Colombian radio announcer and journalist (1934–2026)

Alfonso Castellanos Martínez (December 21, 1934 – January 14, 2026) was a Colombian radio announcer, journalist and television presenter.

== Life and career ==
Castellanos was born in Málaga, department of Santander. At a very young age, he and his family moved to Bogotá due to the violence that plagued the country at the time (La Violencia). He began as a proofreader at the newspaper El Liberal, directed by Alberto Lleras Camargo. Later, he was a linotypist for the newspaper. From 1948 to 1953, he was a layout artist for El Nuevo Siglo.

He studied journalism in Spain on a scholarship arranged by Álvaro Gómez Hurtado and studied at the UPI news agency in the U.S. state of New York. He returned to the country as an editor and political journalist for El Nuevo Siglo, where he had previously worked. He worked for El Tiempo as a journalist directed by Roberto García-Peña.

Castellanos held the position of Secretary of Information and Press at the Casa de Nariño during the presidency of Alfonso López Michelsen.
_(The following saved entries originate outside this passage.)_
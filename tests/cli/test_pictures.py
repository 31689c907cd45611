from __future__ import annotations

from pathlib import Path

import pytest
from command_line import Cli
from corners import HARDPOINTS

FRONT = HARDPOINTS / "marten_front.toml"
OTHER = HARDPOINTS / "linnet_front.toml"


@pytest.mark.parametrize(("command", "kind"), [("sweep", "png"), ("turn", "svg"), ("ride", "pdf"), ("turn", "png")])
def test_each_command_draws_what_it_prints(cli: Cli, tmp_path: Path, command: str, kind: str) -> None:
    plain = cli(command, FRONT)
    picture = tmp_path / f"picture.{kind}"
    overlay = ["--overlay", OTHER] if kind == "png" else []
    result = cli(command, FRONT, "--plot", picture, *overlay)
    assert result.code == 0
    assert result.out == plain.out
    assert f"wrote {picture}" in result.err
    begins = {"png": b"\x89PNG", "svg": b"<?xml", "pdf": b"%PDF"}[kind]
    assert picture.read_bytes().startswith(begins)


def test_pictures_are_refused_before_any_work(cli: Cli, tmp_path: Path) -> None:
    there = tmp_path / "there.png"
    there.write_text("mine")
    cases = {
        ("--plot", str(tmp_path / "picture.jpeg")): "the extension '.jpeg' is unknown; use .png, .svg or .pdf",
        ("--plot", str(there)): "exists already; give another name, or --force",
        ("--overlay", str(OTHER)): "add --plot FILE.png",
        ("--plot", str(tmp_path / "p.png"), "--overlay", str(tmp_path / "none.toml")): "there is no such file",
    }
    for arguments, words in cases.items():
        result = cli("sweep", FRONT, *arguments)
        assert result.code == 2
        assert words in result.complaint
    assert there.read_text() == "mine"
    assert [p.name for p in tmp_path.iterdir()] == ["there.png"]
    assert cli("sweep", FRONT, "--plot", there, "--force").code == 0
    assert there.read_bytes().startswith(b"\x89PNG")


def test_a_single_pose_is_no_picture(cli: Cli, tmp_path: Path) -> None:
    result = cli("sweep", FRONT, "--rack", "0", "--travel", "0", "--plot", tmp_path / "p.png")
    assert result.code == 2
    assert "make no curve" in result.err
    assert list(tmp_path.iterdir()) == []


def test_an_overlay_without_a_rack_is_refused_where_the_rack_moves(cli: Cli, tmp_path: Path) -> None:
    rear = HARDPOINTS / "marten_rear.toml"
    result = cli("ride", FRONT, "--rack", "5", "--plot", tmp_path / "p.png", "--overlay", rear)
    assert "marten_rear.toml: has no [rack], so --rack 5 means nothing" in result.complaint
    result = cli("turn", FRONT, "--plot", tmp_path / "p.png", "--overlay", rear)
    assert result.code == 2
    assert "marten_rear.toml: has no [rack], so it has no turn to draw" in result.err
    assert list(tmp_path.iterdir()) == []
    assert cli("sweep", FRONT, "--plot", tmp_path / "p.png", "--overlay", rear).code == 0
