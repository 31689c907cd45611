"""The hardpoint file and what it describes: plain data, validation, units, words. Names are loaded when first used."""

from __future__ import annotations

from importlib import import_module
from typing import TYPE_CHECKING, Any

if TYPE_CHECKING:
    from toewright.model.axle import POINT_NAMES, Axle, Corner, Rack, Setup, Vehicle, Wheel
    from toewright.model.csvfiles import points_from_csv, points_to_csv
    from toewright.model.editing import dumps, save, save_points, set_points
    from toewright.model.errors import InputError
    from toewright.model.files import load, loads
    from toewright.model.glossary import GLOSSARY, Quantity, quantity
    from toewright.model.schema import json_schema

_HOMES = {
    "GLOSSARY": "glossary",
    "POINT_NAMES": "axle",
    "Axle": "axle",
    "Corner": "axle",
    "InputError": "errors",
    "Quantity": "glossary",
    "Rack": "axle",
    "Setup": "axle",
    "Vehicle": "axle",
    "Wheel": "axle",
    "dumps": "editing",
    "json_schema": "schema",
    "load": "files",
    "loads": "files",
    "points_from_csv": "csvfiles",
    "points_to_csv": "csvfiles",
    "quantity": "glossary",
    "save": "editing",
    "save_points": "editing",
    "set_points": "editing",
}

__all__ = [
    "GLOSSARY",
    "POINT_NAMES",
    "Axle",
    "Corner",
    "InputError",
    "Quantity",
    "Rack",
    "Setup",
    "Vehicle",
    "Wheel",
    "dumps",
    "json_schema",
    "load",
    "loads",
    "points_from_csv",
    "points_to_csv",
    "quantity",
    "save",
    "save_points",
    "set_points",
]


def __getattr__(name: str) -> Any:
    if name not in _HOMES:
        raise AttributeError(f"module 'toewright.model' has no attribute {name!r}")
    return getattr(import_module(f"toewright.model.{_HOMES[name]}"), name)
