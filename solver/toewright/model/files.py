"""Hardpoint files: read with tomllib, checked, and turned into an Axle."""

from __future__ import annotations

import hashlib
import tomllib
from dataclasses import replace
from pathlib import Path

import numpy as np
from pydantic import ValidationError

from toewright.model import schema
from toewright.model.axle import POINT_NAMES, Axle, Corner, Rack, Setup, Side, Vehicle, Wheel
from toewright.model.errors import InputError
from toewright.model.frames import AXIS_SIGNS, MM_PER, to_iso
from toewright.model.geometry_checks import FileFrame, check_corner, check_size
from toewright.model.remarks import find_remarks
from toewright.model.schema_sentences import schema_sentence, syntax_sentence

MEMORY = "<text>"
"""File name in messages about text that is not from a file."""

EXTRA_TABLES = ("targets", "tolerance", "adjusters")
"""Tables that are kept as they are for those who read them."""

SHORTEST_AXIS = 1e-6
"""Length below which a written axis has no direction."""

LARGEST_FILE = 4_000_000
"""Bytes; a hardpoint file has a few thousand."""


def load(path: str | Path) -> Axle:
    """Read a hardpoint file.

    Raises:
        InputError: if it can't be read or is not a valid hardpoint file; the message names file, key, value and remedy.
    """
    place = Path(path)
    raw = _read_bytes(place)
    axle = _build(_decode(raw, place), str(place), place.parent)
    return replace(axle, title=axle.title or place.stem, path=place, sha256=hashlib.sha256(raw).hexdigest())


def loads(text: str, file: str = MEMORY, folder: Path | None = None) -> Axle:
    """Read a hardpoint file from text.

    Args:
        text: TOML.
        file: name for messages.
        folder: from where ``other_axle`` counts; None for the current folder.

    Raises:
        InputError: as ``load``.
    """
    axle = _build(text, file, folder or Path())
    return replace(axle, title=axle.title or "untitled axle")


def read_text(path: Path) -> str:
    """The text of a UTF-8 file, without a byte-order mark; line ends stay as they are.

    Raises:
        InputError: if it can't be read, is too large, or is no UTF-8 text.
    """
    return _decode(_read_bytes(path), path)


def _read_bytes(path: Path) -> bytes:
    try:
        with path.open("rb") as stream:
            raw = stream.read(LARGEST_FILE + 1)
    except IsADirectoryError as error:
        raise InputError(f"{path}: is a folder; give a file") from error
    except FileNotFoundError as error:
        raise InputError(f"{path}: there is no such file; check the name and the folder") from error
    except OSError as error:
        raise InputError(f"{path}: can't be read ({error.strerror}); check its rights") from error
    if len(raw) > LARGEST_FILE:
        raise InputError(
            f"{path}: is larger than {LARGEST_FILE} bytes; a file of points has a few thousand: is it the right file?"
        )
    return raw


def _decode(raw: bytes, path: Path) -> str:
    try:
        return raw.decode("utf-8-sig")
    except UnicodeDecodeError as error:
        line = raw[: error.start].count(b"\n") + 1
        raise InputError(f"{path}: line {line} is no UTF-8 text; save the file as UTF-8") from error


def parse(text: str, file: str) -> schema.HardpointFile:
    """TOML text to the checked schema model, in the file's own axes and units.

    Raises:
        InputError: as ``load``.
    """
    try:
        data = tomllib.loads(text)
    except ValueError as error:
        raise InputError(syntax_sentence(text, file, str(error))) from error
    except RecursionError as error:
        raise InputError(f"{file}: is nested too deeply to be a hardpoint file; remove the nesting") from error
    try:
        return schema.HardpointFile.model_validate(data)
    except ValidationError as error:
        raise InputError(schema_sentence(error, file)) from error


def _build(text: str, file: str, folder: Path) -> Axle:
    written = parse(text, file)
    scale = MM_PER[written.length_unit]

    def mm(value: float | None) -> float | None:
        return None if value is None else value * scale

    vehicle = written.vehicle
    left = _corner(written, written.left, "left")
    right = left.mirrored() if written.right is None else _corner(written, written.right, "right")
    wheel = written.wheel
    axle = Axle(
        title=written.title,
        vehicle=Vehicle(
            axle=vehicle.axle,
            wheelbase=mm(vehicle.wheelbase),
            other_axle=None if vehicle.other_axle is None else folder / vehicle.other_axle,
            cg_height=mm(vehicle.cg_height),
            brake_share=vehicle.brake_share,
            brakes=vehicle.brakes,
            drive=vehicle.drive,
            front_overhang=mm(vehicle.front_overhang),
            body_width=mm(vehicle.body_width),
        ),
        wheel=Wheel(wheel.loaded_radius * scale, mm(wheel.tyre_width), mm(wheel.rim_diameter), mm(wheel.rim_width)),
        setup=Setup(written.setup.toe_in, written.setup.camber),
        rack=_rack(written, file),
        left=left,
        right=right,
        symmetric=written.right is None,
        extra={key: table for key in EXTRA_TABLES if (table := getattr(written, key)) is not None},
        axes=written.axes,
        length_unit=written.length_unit,
    )
    frame = FileFrame(file, written.axes, written.length_unit)
    check_size(axle, frame)
    for corner in (left,) if axle.symmetric else (left, right):
        check_corner(corner, frame)
    return replace(axle, remarks=find_remarks(axle))


def _corner(
    written: schema.HardpointFile, corner: schema.DoubleWishboneCorner | schema.StrutCorner, side: Side
) -> Corner:
    points = {
        name: to_iso(np.array(getattr(corner.points, name)), written.axes, written.length_unit)
        for name in POINT_NAMES[corner.type]
    }
    return Corner(side=side, kind=corner.type, points=points)


def _rack(written: schema.HardpointFile, file: str) -> Rack | None:
    rack = written.rack
    if rack is None:
        return None
    scale = MM_PER[written.length_unit]
    axis = np.array([0.0, 1.0, 0.0])
    if rack.axis is not None:
        axis = np.array(rack.axis, dtype=float) * AXIS_SIGNS[written.axes]
        size = float(np.linalg.norm(axis))
        if size < SHORTEST_AXIS:
            raise InputError(f"{file}: rack.axis = {rack.axis}: has no direction; write one such as [0.0, 1.0, 0.0]")
        axis = axis / size
    return Rack(axis, rack.stroke * scale, None if rack.travel_per_turn is None else rack.travel_per_turn * scale)
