"""What is possible in an axle but odd: each one sentence with what to look at."""

from __future__ import annotations

import numpy as np

from toewright.model.axle import Axle, Corner

ROAD_SHARE = 0.2
"""A wheel centre farther than this share of the loaded radius from where the radius puts it over z = 0 is odd."""

STEEP_ARM = 20.0
"""A lower arm that falls outward by more than this (deg) looks like full droop."""


def find_remarks(axle: Axle) -> tuple[str, ...]:
    """What is possible but odd in an axle, each one sentence; none for a usual one."""
    found: list[str] = []
    corners = (axle.left,) if axle.symmetric else (axle.left, axle.right)
    for corner in corners:
        found += _height(corner, axle.wheel.loaded_radius)
        found += _places(corner)
        found += _arms(corner)
    if not axle.symmetric:
        found += _sides(axle)
    return tuple(found + _wheel(axle) + _setup(axle) + _rack(axle) + _vehicle(axle))


def _height(corner: Corner, radius: float) -> list[str]:
    height = float(corner.points["wheel_centre"][2])
    if abs(height - radius) <= ROAD_SHARE * radius:
        return []
    if 0.0 < height < radius:
        fault = "nearer the ground than the tyre allows"
    else:
        fault = "below the ground" if height <= 0.0 else "too high for the tyre to reach the ground"
    return [
        f"{corner.side}.points.wheel_centre is {height:.1f} mm above z = 0, {fault} (wheel.loaded_radius {radius:.1f} mm) if z = 0 is the "
        "road: correct one of them; angles and paths do not depend on where z = 0 is"
    ]


def _places(corner: Corner) -> list[str]:
    points, side, found = corner.points, corner.side, []
    if points["tie_rod_inner"][1] * corner.sign < 0.0:
        found.append(
            f"{side}.points.tie_rod_inner lies beyond the car's centre plane: right only where the rods start at the rack's middle"
        )
    if abs(points["wheel_centre"][1]) < abs(points["lower_ball_joint"][1]):
        found.append(f"{side}.points.wheel_centre is inboard of lower_ball_joint: check their y")
    if abs(points["tie_rod_outer"][1]) < abs(points["tie_rod_inner"][1]):
        found.append(f"{side}.points.tie_rod_outer is inboard of tie_rod_inner: check that they are not exchanged")
    if corner.kind == "strut":
        axis = points["strut_top_mount"] - points["strut_axis_point"]
        lean = float(np.degrees(np.arctan2(np.hypot(axis[0], axis[1]), abs(axis[2]))))
        if lean > 35.0:
            found.append(
                f"{side}.points.strut_axis_point: the strut leans by {lean:.0f} deg: check that the point is on the damper's axis"
            )
    return found


def _arms(corner: Corner) -> list[str]:
    points, side, found = corner.points, corner.side, []
    for arm in ("upper", "lower"):
        if f"{arm}_ball_joint" not in points:
            continue
        front, rear, ball = (points[f"{arm}_{part}"] for part in ("pivot_front", "pivot_rear", "ball_joint"))
        if front[0] < rear[0]:
            found.append(
                f"{side}.points.{arm}_pivot_front is behind {arm}_pivot_rear: check that they are not exchanged, and that x is forward"
            )
        if abs(ball[1]) < max(abs(front[1]), abs(rear[1])):
            found.append(f"{side}.points.{arm}_ball_joint is inboard of an {arm} pivot: check their y")
        run = ball - 0.5 * (front + rear)
        slope = float(np.degrees(np.arctan2(run[2], abs(run[1]))))
        if arm == "lower" and abs(slope) > STEEP_ARM:
            posture = "falls" if slope < 0.0 else "rises"
            state = "at full droop" if slope < 0.0 else "at full bump"
            found.append(
                f"{side}.points.lower_ball_joint: the lower arm {posture} {abs(slope):.0f} deg outward, as {state}: give the points of the "
                "design position"
            )
    return found


def _sides(axle: Axle) -> list[str]:
    found = []
    left, right = axle.left.points["wheel_centre"], axle.right.points["wheel_centre"]
    gap = float(np.max(np.abs(left - right * np.array([1.0, -1.0, 1.0]))))
    if gap > 50.0:
        found.append(
            f"right.points.wheel_centre differs by up to {gap:.0f} mm from the left one's mirror image: check both"
        )
    return found


def _wheel(axle: Axle) -> list[str]:
    wheel, found = axle.wheel, []
    rim, radius = wheel.rim_diameter, wheel.loaded_radius
    if rim is not None and rim >= 2.0 * radius:
        found.append(
            f"wheel.rim_diameter = {rim:.0f} mm is larger than the tyre ({2 * radius:.0f} mm across): correct one"
        )
    if rim is not None and rim < 0.7 * radius:
        found.append(f"wheel.rim_diameter = {rim:.0f} mm is small for the tyre: check that it is no radius")
    if wheel.rim_width is not None and wheel.tyre_width is not None and wheel.rim_width > 1.3 * wheel.tyre_width:
        found.append(f"wheel.rim_width = {wheel.rim_width:.0f} mm is wider than the tyre: check both widths")
    return found


def _setup(axle: Axle) -> list[str]:
    found = []
    if abs(axle.setup.toe_in) > 3.0:
        word = "toe-in" if axle.setup.toe_in > 0.0 else "toe-out"
        size = abs(axle.setup.toe_in)
        found.append(
            f"setup.toe_in = {axle.setup.toe_in:+.3g} means {size:.3g} deg {word} of each wheel: check that deg are meant, not mm"
        )
    if abs(axle.setup.camber) > 8.0:
        found.append(f"setup.camber = {axle.setup.camber:+.3g} deg (top outboard +) is unusually much: check it")
    return found


def _rack(axle: Axle) -> list[str]:
    rack, found = axle.rack, list[str]()
    if rack is None:
        return found
    if abs(float(rack.axis[1])) < 0.9:
        found.append("rack.axis is more than 25 deg off the car's y axis: check it")
    turns = 2.0 * rack.stroke / rack.travel_per_turn if rack.travel_per_turn is not None else 1.0
    if not 0.2 <= turns <= 8.0:
        found.append(
            f"rack.travel_per_turn and rack.stroke (each way) make {turns:.2g} turns of the hand wheel from lock to lock: check both"
        )
    return found


def _vehicle(axle: Axle) -> list[str]:
    missing = other_axle_missing(axle)
    return [] if missing is None else [missing]


def other_axle_missing(axle: Axle) -> str | None:
    """What is wrong where ``vehicle.other_axle`` names a file that is not there; None where all is well."""
    other = axle.vehicle.other_axle
    if other is None or other.is_file():
        return None
    return f"vehicle.other_axle: there is no file {other}: correct the name (it counts from this file's folder)"
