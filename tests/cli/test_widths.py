"""Tables on a terminal of 80 columns: no number is cut, and lines stay within the width where the tool's own samples are shown."""

from __future__ import annotations

import os
from pathlib import Path

import pytest
from command_line import Cli
from corners import HARDPOINTS, SAMPLES

from toewright_cli.console import print_table

WIDTH = 80
UNITS = ("deg", "mm", "in", "min")
FRONT = HARDPOINTS / "marten_front.toml"


def tables_of(text: str) -> list[str]:
    """The lines of tables: those that begin with a space and are no sentence about a file."""
    return [line for line in text.splitlines() if line.startswith(" ") and ".toml: " not in line]


@pytest.fixture
def narrow(cli: Cli, monkeypatch: pytest.MonkeyPatch) -> Cli:
    """The command line on 80 columns."""
    monkeypatch.setitem(os.environ, "COLUMNS", str(WIDTH))
    return cli


@pytest.mark.parametrize("unit", UNITS)
@pytest.mark.parametrize("sample", SAMPLES, ids=lambda p: p.stem)
def test_toe_tables_fit_in_every_unit(narrow: Cli, sample: Path, unit: str) -> None:
    for arguments in (["sweep", sample], ["sweep", sample, "--toe-total"], ["ride", sample]):
        result = narrow(*arguments, "--toe-unit", unit)
        assert result.code == 0, result.err
        lines = tables_of(result.out)
        assert len(lines) > 10
        for line in lines:
            assert "…" not in line
            assert len(line) <= WIDTH, line


@pytest.mark.parametrize("sample", SAMPLES, ids=lambda p: p.stem)
def test_other_tables_fit(narrow: Cli, sample: Path) -> None:
    commands = [["check", sample], ["sensitivity", sample], ["compare", sample, FRONT]]
    if "rear" not in sample.stem:
        commands.append(["turn", sample])
    for arguments in commands:
        result = narrow(*arguments)
        assert result.code in (0, 1), result.err
        for line in tables_of(result.out):
            assert "…" not in line
            assert len(line) <= WIDTH, line


def test_a_column_to_spare_is_left_out_by_name(
    monkeypatch: pytest.MonkeyPatch, capsys: pytest.CaptureFixture[str]
) -> None:
    monkeypatch.setenv("COLUMNS", "24")
    headings, rows = ["rack\nmm", "spare one\nmm", "toe\ndeg"], [["+10.123456", "+77.123456", "0.123456 in"]]
    print_table(headings, rows, right=range(3), spare=[1])
    text = capsys.readouterr().out
    assert "77" not in text
    assert "+10.123456" in text
    assert "0.123456 in" in text
    assert "spare one mm" in text  # said in the line below the table
    print_table(headings, rows, right=range(3))  # nothing to spare: longer lines rather than cut numbers
    text = capsys.readouterr().out
    assert "+10.123456" in text
    assert "+77.123456" in text
    assert "…" not in text
    assert "Left out" not in text
    monkeypatch.setenv("COLUMNS", "60")
    print_table(headings, rows, right=range(3), spare=[1])
    text = capsys.readouterr().out
    assert "+77.123456" in text
    assert "Left out" not in text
He broadcast for eleven hours covering the first moon landing during the Apollo 11 mission, which broke audience records at the time.

Among his journalistic work, he hosted programs on television and radio for RCN Radio, Teletigre, Noticias 1, Mundo al Vuelo, Suramericana, Enka, and Telecom, providing editorial support. In 1979, he joined the first team of the news program 6AM-9AM on Caracol Radio, along with Yamid Amat, Julio Nieto Bernal, and Antonio Pardo García. Founder and owner of the television production companies Intervisión (1979-1991) and Universal TV, later renamed UniTV (1985-2003), he hosted his independent program, Yo sé quién sabe lo que usted no sabe ("I Know Who Knows What You Don't Know"), which was characterized by its sensationalist style of presenting information.

In his later years, after retiring from journalism, he resided in Santa Marta, department of Magdalena, due to a heart condition. Castellanos died on January 14, 2026, at the age of 91.